PROBLEM DESCRIPTION
Below is a block of records. Copy every line in it that contains the word "outside".

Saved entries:
● ● ●
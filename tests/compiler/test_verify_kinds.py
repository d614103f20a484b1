"""Every artifact kind whose back-end exists, under every out-of-domain policy it takes: an honest
artifact passes, and the policy is what verify checked on the outside probes."""

from __future__ import annotations

import pytest

from nodecast.compiler import emit
from nodecast.compiler.errors import NodecastError
from nodecast.compiler.verify import verify
from nodecast.compiler.verify.runners import RUNNERS, available_kinds

NAMES = {"onnx": "model.onnx", "python": "predictor.py", "c": "model_c"}
POLICIES = ("clamp", "pass", "reject")


def _emit_or_skip(bundle, kind, path, **options):
    if kind not in available_kinds():
        pytest.skip(f"the {kind} back-end or runner is not in this tree yet")
    try:
        emit(bundle, kind, path, **options)
    except NodecastError as exc:
        if "out-of-domain" in str(exc) or "policy" in str(exc):
            pytest.skip(f"{kind} does not take {options}: {exc}")
        raise


@pytest.mark.parametrize("policy", POLICIES)
@pytest.mark.parametrize("kind", list(RUNNERS))
def test_honest_artifact_passes_and_its_policy_is_checked(friedman_bundle, tmp_path, kind, policy):
    path = tmp_path / NAMES[kind]
    _emit_or_skip(friedman_bundle, kind, path, out_of_domain=policy)
    doc = verify(friedman_bundle, path, count=512).as_dict()
    assert doc["passed"], doc["notes"]
    assert doc["artifact"]["out_of_domain"] == policy
    for record in (r for r in doc["families"] if r["family"] == "outside"):
        expected_rejected = record["count"] if policy == "reject" else 0
        assert record["rejected"] == expected_rejected and record["policy_honoured"]
        assert record["compared"] == record["count"] - expected_rejected


@pytest.mark.parametrize("kind", list(RUNNERS))
def test_classifier_artifacts_agree_on_labels(classifier_bundle, tmp_path, kind):
    path = tmp_path / NAMES[kind]
    _emit_or_skip(classifier_bundle, kind, path)
    doc = verify(classifier_bundle, path, count=512).as_dict()
    assert doc["passed"], doc["notes"]
    labelled = [r for r in doc["families"] if "labels" in r]
    assert labelled and sum(r["labels"]["disagreements"] for r in labelled) == 0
● ● ●
OUTPUT FOR THIS EXERCISE
artifact passes, and the policy is what verify checked on the outside probes."""
    for record in (r for r in doc["families"] if r["family"] == "outside"):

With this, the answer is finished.